A)Multiple Choice Questions (5M)
i) Absolute zero is defined in………………
a) Nominal scale  b) Ordinal scale c) Interval scale        d) Ratio scale

ii) Median can be determined using ………….
a) Histogram.    b) Frequency polygon.  c) Ogives. d) None of the above.

iii)  First raw moment is equal to ………….
a) 0                    b) mean                  c) variance            d) skewness

iv) Coefficient of variation is ————-a measure of dispersion.
a) Absolute       b) Relative              c) Both a) and b)     d) None of the above

v) Probability always lies between ……….
a) -1 to 1           b) 0 to 1                 c) -∞ to ∞              d) 0 to ∞

B) Fill in the blanks (5M)

i) Mid value of the class interval is called as …………. (Class length, Class mark, Class limit).

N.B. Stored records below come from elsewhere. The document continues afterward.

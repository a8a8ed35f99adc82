package dev.tend.runtime;

import dev.tend.engine.BrakeThresholds;
import dev.tend.engine.EngineSetup;
import dev.tend.engine.EventTimeMode;
import dev.tend.engine.Input;
import dev.tend.executor.SimulatedExecutor;
import dev.tend.playbooks.PlaybookSet;
import dev.tend.playbooks.load.PlaybookLoader;
import dev.tend.shared.HealthTransition;
import dev.tend.shared.SignalState;
import dev.tend.shared.fleet.FleetFile;
import dev.tend.store.LedgerFilter;
import dev.tend.store.Store;
import org.junit.jupiter.api.Test;
import org.junit.jupiter.api.io.TempDir;

import java.nio.file.Files;
import java.nio.file.Path;
import java.time.Clock;
import java.time.Instant;
import java.util.ArrayList;
import java.util.List;
import java.util.Map;

import static org.assertj.core.api.Assertions.assertThat;

class RestartKeepsBudgetsTest {
    @TempDir
    Path dir;

    @Test
    void aRestartGrantsNoFreshBurstTheBudgetIsRebuiltFromRecordedStarts() throws Exception {
        FixHeartbeatFixture.write(dir, "defaults: { rate: 2/1h, fleet: 50, per-zone: 50 }\n" + FixHeartbeatFixture.BRAKE, 6);
        Path db = dir.resolve("tend.db");

        ingest(db, 1, 2, 3);   // two start, the third is held by the playbook's budget
        ingest(db, 4);         // a fresh process on the same store: still no permit

        try (Store store = Store.openSqlite(db)) {
            List<String> verdicts = new ArrayList<>();
            store.read(r -> {
                r.forEachLedger(LedgerFilter.all().withKind("verdict"), e -> verdicts.add(e.cluster() + " "
                        + (e.entry().contains("\"verdict\":\"start\"") ? "start" : e.entry().contains("rate-limit") ? "rate-limit" : "other")));
                return null;
            });
            assertThat(verdicts).containsExactly("fares-1 start", "fares-2 start", "fares-3 rate-limit", "fares-4 rate-limit");
        }
    }

    @Test
    void twelveProblemsFiveMinutesApartUnderThreePerHourNeverStartMoreThanThreeInAnyRollingHourAcrossRestarts() throws Exception {
        Files.writeString(dir.resolve("actions.yaml"), "actions:\n  fix: { simulated: { duration: 1s, success: 1.0 } }\n");
        Files.writeString(dir.resolve("tend.yaml"), "defaults: { rate: 3/1h, fleet: 50, per-zone: 50, cooldown: 0s }\n"
                + "brake: { engage-at: { clusters: 100 }, release-below: { clusters: 50 } }\n");
        Files.writeString(dir.resolve("fix.yaml"), """
                playbook: fix-heartbeat
                version: 1
                trigger: { signal: heartbeat, state: silent, scope: node }
                steps:
                  - { id: fix, action: fix, timeout: 1m }
                """);
        StringBuilder fleet = new StringBuilder("fleet: larkspur\nclusters:\n");
        for (int c = 1; c <= 12; c++) fleet.append("  - id: fares-").append(c).append("\n    nodes: [ { id: n1, zone: z-a }, { id: n2, zone: z-b }, { id: n3, zone: z-c } ]\n");
        Files.writeString(dir.resolve("fleet.yaml"), fleet);
        Path db = dir.resolve("tend.db");
        Instant t0 = Instant.parse("2026-03-14T02:00:00Z");
        SteppedServe serve = new SteppedServe(db);
        for (int i = 0; i < 12; i++) {
            if (i % 4 == 0) serve.restart(); // a fresh process on the same store every 20 minutes
            serve.at(t0.plus(java.time.Duration.ofMinutes(5L * i)), "fares-" + (i + 1));
        }
        for (int m = 60; m <= 240; m += 5) {
            if (m % 60 == 30) serve.restart();
            serve.at(t0.plus(java.time.Duration.ofMinutes(m)), null);
        }
        serve.close();
        try (Store store = Store.openSqlite(db)) {
            List<Instant> starts = new ArrayList<>();
            for (var run : store.read(r -> r.runs(dev.tend.store.RunFilter.all().withLimit(100)))) starts.add(run.startedAt());
            starts.sort(null);
            assertThat(starts).hasSize(12);
            for (int i = 0; i + 3 < starts.size(); i++) {
                assertThat(java.time.Duration.between(starts.get(i), starts.get(i + 3))).as("starts %s", starts)
                        .isGreaterThanOrEqualTo(java.time.Duration.ofHours(1));
            }
        }
    }

    /**
     * The driver of {@code tend serve} on one store, in stepped processing time: each step sets
     * the clock, fires the timers due by then, feeds at most one transition and runs until idle.
     */
    private final class SteppedServe implements AutoCloseable {
        private final Path db;
        private final java.util.TreeMap<String, Instant> armed = new java.util.TreeMap<>();
        private Instant now = Instant.parse("2026-03-14T01:00:00Z");
        private final Clock clock = new Clock() {
            @Override public java.time.ZoneId getZone() { return java.time.ZoneOffset.UTC; }
            @Override public Clock withZone(java.time.ZoneId zone) { return this; }
            @Override public Instant instant() { return now; }
        };
        private Store store;
        private SimulatedExecutor sim;
        private Orchestrator orch;

        SteppedServe(Path db) {
            this.db = db;
        }

        void restart() {
            close();
            PlaybookSet set = PlaybookLoader.load(dir);
            EngineSetup setup = new EngineSetup(set, set.config(), FleetFile.load(dir.resolve("fleet.yaml")),
                    BrakeThresholds.from(set.config().brake()), EventTimeMode.eventsOnly());
            store = Store.openSqlite(db);
            sim = new SimulatedExecutor(1, 1000);
            armed.clear();
            orch = new Orchestrator(store, setup, Map.of("simulated", sim), new dev.tend.shared.time.Timers() {
                @Override public void arm(String key, Instant due) { armed.put(key, due); }
                @Override public void cancel(String key) { armed.remove(key); }
            }, n -> { }, clock);
            orch.recover();
        }

        void at(Instant t, String silentCluster) throws InterruptedException {
            now = t;
            for (var e : new ArrayList<>(armed.entrySet())) {
                if (!e.getValue().isAfter(t)) {
                    armed.remove(e.getKey());
                    orch.submit(new Input.TimerFired(e.getKey()));
                }
            }
            if (silentCluster != null) {
                orch.submitEvent(new Input.Transition(HealthTransition.of(t, silentCluster, "n1", "heartbeat", SignalState.SILENT)));
            }
            orch.runUntil(orch::isIdle);
        }

        @Override
        public void close() {
            if (store != null) store.close();
            if (sim != null) sim.close();
            store = null;
            sim = null;
        }
    }

    private void ingest(Path db, int... clusters) throws Exception {
        PlaybookSet set = PlaybookLoader.load(dir);
        EngineSetup setup = new EngineSetup(set, set.config(), FleetFile.load(dir.resolve("fleet.yaml")),
                BrakeThresholds.from(set.config().brake()), EventTimeMode.eventsOnly());
        Clock clock = Clock.systemUTC();
        try (Store store = Store.openSqlite(db); SimulatedExecutor sim = new SimulatedExecutor(1, 100)) {
            QuartzTimers timers = new QuartzTimers();
            Orchestrator orch = new Orchestrator(store, setup, Map.of("simulated", sim), timers, n -> { }, clock);
            timers.fireInto(k -> orch.submit(new Input.TimerFired(k)));
            orch.recover();
            Instant at = Instant.parse("2026-03-14T02:00:00Z");
            for (int c : clusters) {
                orch.submitEvent(new Input.Transition(HealthTransition.of(at.plusSeconds(c), "fares-" + c, "n1", "heartbeat", SignalState.SILENT)));
            }
            orch.runUntil(orch::isIdle);
            timers.close();
        }
    }
}
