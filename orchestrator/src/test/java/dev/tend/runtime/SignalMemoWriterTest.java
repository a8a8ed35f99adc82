package dev.tend.runtime;

import com.fasterxml.jackson.databind.ObjectMapper;
import com.fasterxml.jackson.databind.module.SimpleModule;
import dev.tend.engine.BrakeThresholds;
import dev.tend.engine.Engine;
import dev.tend.engine.EngineSetup;
import dev.tend.engine.EventTimeMode;
import dev.tend.playbooks.PlaybookSet;
import dev.tend.playbooks.load.PlaybookLoader;
import dev.tend.shared.Id;
import dev.tend.shared.SignalKey;
import dev.tend.shared.SignalState;
import dev.tend.shared.fleet.Fleet;
import dev.tend.shared.fleet.FleetFile;
import dev.tend.shared.fleet.HealthMemo;
import org.junit.jupiter.api.Test;

import java.nio.file.Path;
import java.time.Instant;
import java.util.List;

import static org.assertj.core.api.Assertions.assertThat;

/** The hand-written signal writer gives the snapshot exactly the JSON the record mapping gave it. */
class SignalMemoWriterTest {
    private static final Path LIBRARY = dev.tend.testing.RepositoryRoot.path().resolve("playbooks/library");

    private final ObjectMapper byRecords = SnapshotCodec.recordMapper(SnapshotCodec.textModule());
    private final ObjectMapper byWriter = SnapshotCodec.recordMapper(SnapshotCodec.textModule())
            .registerModule(new SimpleModule("signals").addSerializer(HealthMemo.Signal.class, new SignalMemoWriter()));

    @Test
    void writesEverySignalShapeAsTheRecordMappingDoes() throws Exception {
        Instant t = Instant.parse("2027-03-14T02:17:00Z");
        List<HealthMemo.Signal> signals = List.of(
                new HealthMemo.Signal(new SignalKey(Id.of("fares-3"), Id.of("n1"), Id.of("heartbeat")), SignalState.SILENT,
                        t, t.plusMillis(500), List.of(t.minusSeconds(90), t.plusNanos(1_500), t.plusNanos(7))),
                new HealthMemo.Signal(new SignalKey(Id.of("dispatch-1"), null, Id.of("replica-lag")), SignalState.CLEAR,
                        t.minusSeconds(3600), t, List.of()),
                new HealthMemo.Signal(new SignalKey(Id.of("dispatch-1"), Id.of("n2"), Id.of("cert-expiry")), SignalState.BREACH,
                        t, null, List.of(t)));
        for (HealthMemo.Signal s : signals) {
            assertThat(byWriter.writeValueAsString(s)).isEqualTo(byRecords.writeValueAsString(s));
        }
        HealthMemo memo = new HealthMemo(signals, List.of(), List.of(), 2, 9);
        assertThat(byWriter.writeValueAsString(memo)).isEqualTo(byRecords.writeValueAsString(memo));
    }

    @Test
    void aWholeEngineStateIsWrittenAsTheRecordMappingWritesIt() throws Exception {
        PlaybookSet set = PlaybookLoader.load(LIBRARY);
        Fleet fleet = FleetFile.load(LIBRARY.resolve("fleet.yaml"));
        EngineSetup setup = new EngineSetup(set, set.config(), fleet, BrakeThresholds.from(set.config().brake()),
                EventTimeMode.eventsOnly());
        Engine engine = new Engine(setup);
        RandomInputs inputs = new RandomInputs(7, fleet, 40, Instant.parse("2027-03-14T01:00:00Z"));
        for (int i = 0; i < 400; i++) {
            RandomInputs.Step step = inputs.next();
            inputs.observe(RandomInputs.handle(engine, step));
        }
        var state = engine.state();
        assertThat(state.health().signals()).as("the sequence left signals in the view").hasSizeGreaterThan(20);
        assertThat(state.health().signals()).as("some with recent changes")
                .anySatisfy(s -> assertThat(s.changes()).isNotEmpty());
        assertThat(SnapshotCodec.json(state)).isEqualTo(byRecords.writeValueAsString(state));
    }
}
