package dev.tend.runtime;

import dev.tend.engine.BrakeThresholds;
import dev.tend.engine.EngineSetup;
import dev.tend.engine.EventTimeMode;
import dev.tend.engine.Input;
import dev.tend.executor.SimulatedExecutor;
import dev.tend.playbooks.PlaybookSet;
import dev.tend.playbooks.load.PlaybookLoader;
import dev.tend.shared.HealthTransition;
import dev.tend.shared.SignalState;
import dev.tend.shared.fleet.FleetFile;
import dev.tend.store.LedgerFilter;
import dev.tend.store.Store;
import org.junit.jupiter.api.Test;
import org.junit.jupiter.api.io.TempDir;

import java.nio.file.Files;
import java.nio.file.Path;
import java.time.Clock;
import java.time.Instant;
import java.util.ArrayList;
import java.util.List;
import java.util.Map;

import static org.assertj.core.api.Assertions.assertThat;

class RestartKeepsBudgetsTest {
    @TempDir
    Path dir;

    @Test
    void aRestartGrantsNoFreshBurstTheBudgetIsRebuiltFromRecordedStarts() throws Exception {
        Files.writeString(dir.resolve("actions.yaml"), "actions:\n  fix: { simulated: { duration: 1s, success: 1.0 } }\n");
        Files.writeString(dir.resolve("tend.yaml"), "defaults: { rate: 2/1h, fleet: 50, per-zone: 50 }\n"
                + "brake: { engage-at: { clusters: 100 }, release-below: { clusters: 50 } }\n");
        Files.writeString(dir.resolve("fix.yaml"), """
                playbook: fix-heartbeat
                version: 1
                trigger: { signal: heartbeat, state: silent, scope: node }
                limits: { keep-replicas: false }
                steps:
                  - { id: fix, action: fix, timeout: 1m }
                """);
        StringBuilder fleet = new StringBuilder("fleet: larkspur\nclusters:\n");
        for (int c = 1; c <= 6; c++) fleet.append("  - id: fares-").append(c).append("\n    nodes: [ { id: n1, zone: z-a }, { id: n2, zone: z-b }, { id: n3, zone: z-c } ]\n");
        Files.writeString(dir.resolve("fleet.yaml"), fleet);
        Path db = dir.resolve("tend.db");

        ingest(db, 1, 2, 3);   // two start, the third is held by the playbook's budget
        ingest(db, 4);         // a fresh process on the same store: still no permit

        try (Store store = Store.openSqlite(db)) {
            List<String> verdicts = new ArrayList<>();
            store.read(r -> {
                r.forEachLedger(LedgerFilter.all().withKind("verdict"), e -> verdicts.add(e.cluster() + " "
                        + (e.entry().contains("\"verdict\":\"start\"") ? "start" : e.entry().contains("rate-limit") ? "rate-limit" : "other")));
                return null;
            });
            assertThat(verdicts).containsExactly("fares-1 start", "fares-2 start", "fares-3 rate-limit", "fares-4 rate-limit");
        }
    }

    private void ingest(Path db, int... clusters) throws Exception {
        PlaybookSet set = PlaybookLoader.load(dir);
        EngineSetup setup = new EngineSetup(set, set.config(), FleetFile.load(dir.resolve("fleet.yaml")),
                BrakeThresholds.from(set.config().brake()), EventTimeMode.eventsOnly());
        Clock clock = Clock.systemUTC();
        try (Store store = Store.openSqlite(db); SimulatedExecutor sim = new SimulatedExecutor(1, 100)) {
            Orchestrator[] holder = new Orchestrator[1];
            ScheduledTimers timers = new ScheduledTimers(clock, k -> holder[0].submit(new Input.TimerFired(k)));
            Orchestrator orch = new Orchestrator(store, setup, Map.of("simulated", sim), timers, n -> { }, clock);
            holder[0] = orch;
            orch.recover();
            Instant at = Instant.parse("2027-03-14T02:00:00Z");
            for (int c : clusters) {
                orch.submitEvent(new Input.Transition(HealthTransition.of(at.plusSeconds(c), "fares-" + c, "n1", "heartbeat", SignalState.SILENT)));
            }
            orch.runUntil(orch::isIdle);
            timers.close();
        }
    }
}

ii) Most frequently occurring value in the data set is called as…………(mean, median, mode).

iii) Second ordered central moment is …………… (mean, variance, kurtosis).

iv) If the data is given in terms of ranks then …………correlation coefficient is used to determine the relationship between two variables.
(Spearman’s, Karl Pearson’s).

v) If a coin is tossed then the probability of head and tail is ………
(0.5, 0.25, 1.00)

C) Short Answers in 1-2 sentences (5M)

i) Define percentile.

ii) Define coefficient of determination

iii) What is perfect correlation?

iv.) Define probability

v) Define kurtosis.

Q. 2 Attempt the following (Any THREE) (15M)

a) Describe different measurement scales.

b) Distinguish using suitable example
i) Continuous and discrete frequency.
ii) Exclusive and Inclusive class interval.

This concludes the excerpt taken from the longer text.